To confirm that this enhancement was mediated by increased virion infectivity, viral particles were harvested at 48 h, and p24-normalized released virions were used to infect Rev-A3R5-GFP indicator cells. As shown in Fig. 2K, we observed enhanced infectivity for virions released from the PSGL-1 knockdown cells. These results are in agreement with the PSGL-1 coexpression experiments (Fig. 2F), demonstrating that the presence of PSGL-1 in virus-producer cells, even at low levels such as those present endogenously in Jurkat cells, can inhibit virion infectivity. The levels of PSGL-1 on Jurkat cells are comparable with those on activated primary blood CD4 T cells (Fig. 1 A and B). To corroborate the PSGL-1 knockdown results observed in Jurkat cells, we also performed similar lentiviral vector-mediated shRNA knockdown of PSGL-1 in preactivated primary CD4 T cells and observed a similar enhancement of HIV-1 replication (SI Appendix, Fig. S9).
PSGL-1 Blocks Virion Attachment to Target Cells.

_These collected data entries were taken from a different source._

using System.Globalization;
using System.Text;

namespace PartCheck.Reports;

/// <summary>A user's text on its way to a terminal: how wide it prints, and what must not reach it.</summary>
internal static class PrintedText
{
    /// <summary>
    /// The text with line breaks, tabs and other control characters as blanks, the marks that turn the writing direction left out,
    /// and halves of damaged characters replaced: a cell can neither break a line nor send a command to the terminal.
    /// </summary>
    public static string Clean(string text)
    {
        if (!text.AsSpan().ContainsAnyExceptInRange(' ', '~'))
        {
            return text;
        }

        StringBuilder clean = new(text.Length);
        foreach (Rune rune in text.EnumerateRunes())
        {
            switch (Rune.GetUnicodeCategory(rune))
            {
                case UnicodeCategory.Control:
                case UnicodeCategory.LineSeparator:
                case UnicodeCategory.ParagraphSeparator:
                    clean.Append(' ');
                    break;
                case UnicodeCategory.Format:
                    break;
                default:
                    clean.Append(rune.ToString());
                    break;
            }
        }

        return clean.ToString();
    }

    /// <summary>Columns of a terminal that a text takes: two for the wide characters of East Asian writing, none for combining marks.</summary>
    public static int Width(string text)
    {
        int width = 0;
        foreach (Rune rune in text.EnumerateRunes())
        {
            width += Width(rune);
        }

        return width;
    }

    /// <summary>Columns of a terminal that a character takes, 0 to 2.</summary>
    /// <remarks>The wide blocks of Unicode Standard Annex #11 (East Asian Width W and F), taken whole.</remarks>
    public static int Width(Rune rune)
    {
        if (Rune.GetUnicodeCategory(rune) is UnicodeCategory.NonSpacingMark or UnicodeCategory.EnclosingMark or UnicodeCategory.Format)
        {
            return 0;
        }

        return rune.Value switch
        {
            >= 0x1100 and <= 0x115F => 2,
            >= 0x2E80 and <= 0x303E => 2,
            >= 0x3041 and <= 0xA4CF => 2,
            >= 0xA960 and <= 0xA97F => 2,
            >= 0xAC00 and <= 0xD7A3 => 2,
            >= 0xF900 and <= 0xFAFF => 2,
            >= 0xFE30 and <= 0xFE6F => 2,
            >= 0xFF00 and <= 0xFF60 => 2,
            >= 0xFFE0 and <= 0xFFE6 => 2,
            >= 0x1F300 and <= 0x1F64F => 2,
            >= 0x1F900 and <= 0x1F9FF => 2,
            >= 0x20000 and <= 0x3FFFD => 2,
            _ => 1,
        };
    }

    /// <summary>The longest beginning of a text that fits, at least one character.</summary>
    /// <param name="text">The text; not empty.</param>
    /// <param name="columns">Columns there are.</param>
    public static string Beginning(string text, int columns)
    {
        int length = 0;
        int width = 0;
        foreach (Rune rune in text.EnumerateRunes())
        {
            width += Width(rune);
            if (width > columns && length > 0)
            {
                break;
            }

            length += rune.Utf16SequenceLength;
        }

        return text[..length];
    }
}
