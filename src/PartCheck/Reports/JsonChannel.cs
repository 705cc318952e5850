using System.Text.Json;
using PartCheck.Channels;
using PartCheck.OperatingPoints;
using PartCheck.Rules;

namespace PartCheck.Reports;

/// <summary>One channel in JSON: verdict, load current and nominal state.</summary>
internal static class JsonChannel
{
    internal static void Write(Utf8JsonWriter json, ChannelJudgement channel)
    {
        json.Text("channel", channel.Channel);
        json.Text("verdict", VerdictWords.Of(channel.Verdict));
        if (channel.LoadCurrent is { } current)
        {
            json.WriteStartObject("loadCurrent");
            json.Real("min", current.Min);
            json.Real("nominal", current.Nominal);
            json.Real("max", current.Max);
            json.WriteEndObject();
        }
        else
        {
            json.WriteNull("loadCurrent");
        }

        if (channel is { Nominal: { Solved: true } nominal, Reading: { } reading })
        {
            json.WriteStartObject("nominal");
            WriteNominal(json, nominal, reading);
            json.WriteEndObject();
        }
        else
        {
            json.WriteNull("nominal");
        }

        if (channel.TestLimits is { } limits)
        {
            json.WriteStartObject("testLimits");
            json.Real("supply", limits.Supply);
            json.Real("ambient", TestLimits.Ambient);
            WriteRange(json, "baseVoltage", limits.BaseVoltage);
            WriteRange(json, "senseVoltage", limits.SenseVoltage);
            WriteRange(json, "collectorVoltage", limits.CollectorVoltage);
            WriteRange(json, "loadCurrent", limits.LoadCurrent);
            json.WriteEndObject();
        }
        else
        {
            json.WriteNull("testLimits");
        }

        json.Text("derating", channel.Derating);
        json.Whole("cornersSolved", channel.CornersSolved);
        json.Whole("notSolved", channel.NotSolved);
    }

    private static void WriteRange(Utf8JsonWriter json, string name, ValueRange range)
    {
        json.WriteStartObject(name);
        json.Real("min", range.Min);
        json.Real("max", range.Max);
        json.WriteEndObject();
    }

    private static void WriteNominal(Utf8JsonWriter json, SolvedState nominal, BoundChannel reading)
    {
        List<TransistorPoint> passes = [.. nominal.Transistors.Where(t => t.Role == Role.Pass)];
        List<ResistorPoint> senses = [.. nominal.Resistors.Where(r => r.Role == Role.Sense)];
        if (passes.Count != reading.Legs.Count || senses.Count != reading.Legs.Count)
        {
            throw new InvalidOperationException(
                $"The nominal state of {reading.Name} has {passes.Count} pass transistors and {senses.Count} sense resistors "
                + $"for {reading.Legs.Count} legs; it has one of each for every leg.");
        }

        json.Real("baseVoltage", nominal.BaseVoltage);
        json.Real("controlBaseVoltage", nominal.ControlBaseVoltage);
        json.Real("collectorVoltage", nominal.CollectorVoltage);
        json.Real("pinCurrent", nominal.PinCurrent);
        json.WriteStartArray("legs");
        for (int leg = 0; leg < passes.Count; leg++)
        {
            TransistorPoint pass = passes[leg];
            json.WriteStartObject();
            json.Text("pass", reading.Legs[leg].Pass.Reference);
            json.Real("collectorCurrent", pass.Ic);
            json.Real("baseCurrent", pass.Ib);
            // The sense resistor joins emitter and ground: its voltage is the emitter's.
            json.Real("emitterVoltage", senses[leg].Voltage);
            json.Real("junctionTemperature", pass.Tj);
            json.Real("power", pass.Power);
            json.WriteEndObject();
        }

        json.WriteEndArray();
        TransistorPoint control = nominal.Transistors.Single(t => t.Role == Role.Control);
        json.WriteStartObject("control");
        json.Text("reference", reading.Control.Reference);
        json.Real("collectorCurrent", control.Ic);
        json.Real("baseCurrent", control.Ib);
        json.Real("junctionTemperature", control.Tj);
        json.Real("power", control.Power);
        json.WriteEndObject();
    }
}
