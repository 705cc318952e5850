using PartCheck.Channels;
using PartCheck.Rules;
using PartCheck.Sheets;

namespace PartCheck.Reports;

/// <summary>An assumed value and the channels that used it.</summary>
public sealed record AssumedValue(string What, string Of, string Value, IReadOnlyList<string> Channels);

/// <summary>A remark that is never a verdict.</summary>
public sealed record Advice(string? Channel, string? Reference, string Text);

/// <summary>One board, judged.</summary>
public sealed record BoardReport
{
    /// <summary>The board as the user named it.</summary>
    public required string Board { get; init; }

    /// <summary>Worst of its channels and findings; null when the board could not be read at all (printed as not verified).</summary>
    public Verdict Verdict { get; init; }

    /// <summary>Name of the run's derating table.</summary>
    public required string Derating { get; init; }

    /// <summary>What every output that uses the table must say; null: nothing.</summary>
    public string? DeratingNote { get; init; }

    /// <summary>The day that concessions were held against; null: the board has none.</summary>
    public DateOnly? ConcessionsAsOf { get; init; }

    /// <summary>The assembly judged; null: the board as its bill stands.</summary>
    public string? Assembly { get; init; }

    /// <summary>Channels that are not there in the assembly, since none of their parts is fitted: not judged.</summary>
    public IReadOnlyList<string> ChannelsNotFitted { get; init; } = [];

    /// <summary>Channels in the sheet's order.</summary>
    public required IReadOnlyList<ChannelJudgement> Channels { get; init; }

    /// <summary>Every finding, worst first.</summary>
    public required IReadOnlyList<Finding> Findings { get; init; }

    /// <summary>Sums over the board; null where nothing was judged.</summary>
    public BoardTotals? Totals { get; init; }

    /// <summary>Identifiers of the rules judged.</summary>
    public required IReadOnlyList<string> Rules { get; init; }

    /// <summary>Identifiers of rules of the design that this version does not judge.</summary>
    public IReadOnlyList<string> RulesNotJudged { get; init; } = [];

    /// <summary>Assumed values.</summary>
    public required IReadOnlyList<AssumedValue> Assumed { get; init; }

    /// <summary>Remarks.</summary>
    public required IReadOnlyList<Advice> Advice { get; init; }

    /// <summary>Safety cautions.</summary>
    public required IReadOnlyList<string> Cautions { get; init; }

    /// <summary>Beside the bill as it stands, where other parts were asked for; null: none were.</summary>
    public BoardComparison? Comparison { get; init; }
}

/// <summary>One input file and its hash.</summary>
/// <param name="File">Name as given.</param>
/// <param name="Sha256">Lower-case hexadecimal SHA-256.</param>
public sealed record InputFile(string File, string Sha256);

/// <summary>Everything one run of <c>check</c> found: what the reports print.</summary>
public sealed record CheckReport(
    IReadOnlyList<BoardReport> Boards, IReadOnlyList<Complaint> Complaints, IReadOnlyList<InputFile> Inputs)
{
    /// <summary>What the question itself asks wrongly (a line that is not on the bill); with any of it nothing was judged.</summary>
    public IReadOnlyList<string> UsageFaults { get; init; } = [];
}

To examine whether PSGL-1 expression in the producer cells and its incorporation into virus particles (SI Appendix, Fig. S10) inhibit virus entry, we performed a beta-lactamase–based virus entry assay (26) (Fig. 3A). The HIV-1 entry inhibitor AMD3100 served as a positive control for entry inhibition. The results indicated that PSGL-1-imprinted virus particles were severely impaired in their ability to enter target cells (Fig. 3A). We next performed a virion attachment assay and observed that virions from PSGL-1–expressing cells were impaired in their ability to attach to susceptible target cells (Fig. 3B). Because PSGL-1 expression in the virus-producer cells also inhibits the infectivity of VSV-G–pseudotyped HIV-1 (Fig. 2H and SI Appendix, Fig. S7), we investigated the effect of PSGL-1 on HIV-1 Env and VSV-G incorporation into virion particles. Whereas we observed that expression of PSGL-1 in the virus-producer cells reduced levels of HIV-1 Env on virions, the levels of the VSV-G on virions were not reduced by PSGL-1 expression (SI Appendix, Fig. S11). We also performed a virion attachment assay and observed that PSGL-1–imprinted virions bearing either VSV-G or HIV-1 Env were impaired in their ability to attach to target cells (Fig. 3B). These results suggest that the presence of PSGL-1 on virus particles may structurally hinder viral envelope interaction with target cells.
Fig. 3.
PSGL-1 blocks virion attachment to target cells. (A) Virions produced from HEK293T cells cotransfected with PSGL-1 expression vector plus HIV-1(NL4-3) were used for an entry assay. HIV-1 virions similarly produced in the presence of an empty vector served as controls. Equal p24 was used for the assay. The entry inhibitor AMD3100 was also used as a control to block virus entry. The percentages of cells with cleaved CCF2 are shown. (B) Virions produced in the presence of PSGL-1 or the empty vector were assayed for attachment to target HeLa JC.53 cells at 4 °C for 2 h. Cells were washed and then analyzed by Western blot for bound p24. (C) PSGL-1 blocks Env(−) HIV-1 particle attachment to target cells. WT HIV-1 or Env(−) HIV-1 [(NL4-3)/KFS] virions were produced in the presence of PSGL-1 or the empty vector, and viral particles were assayed for attachment to target HeLa JC.53 cells.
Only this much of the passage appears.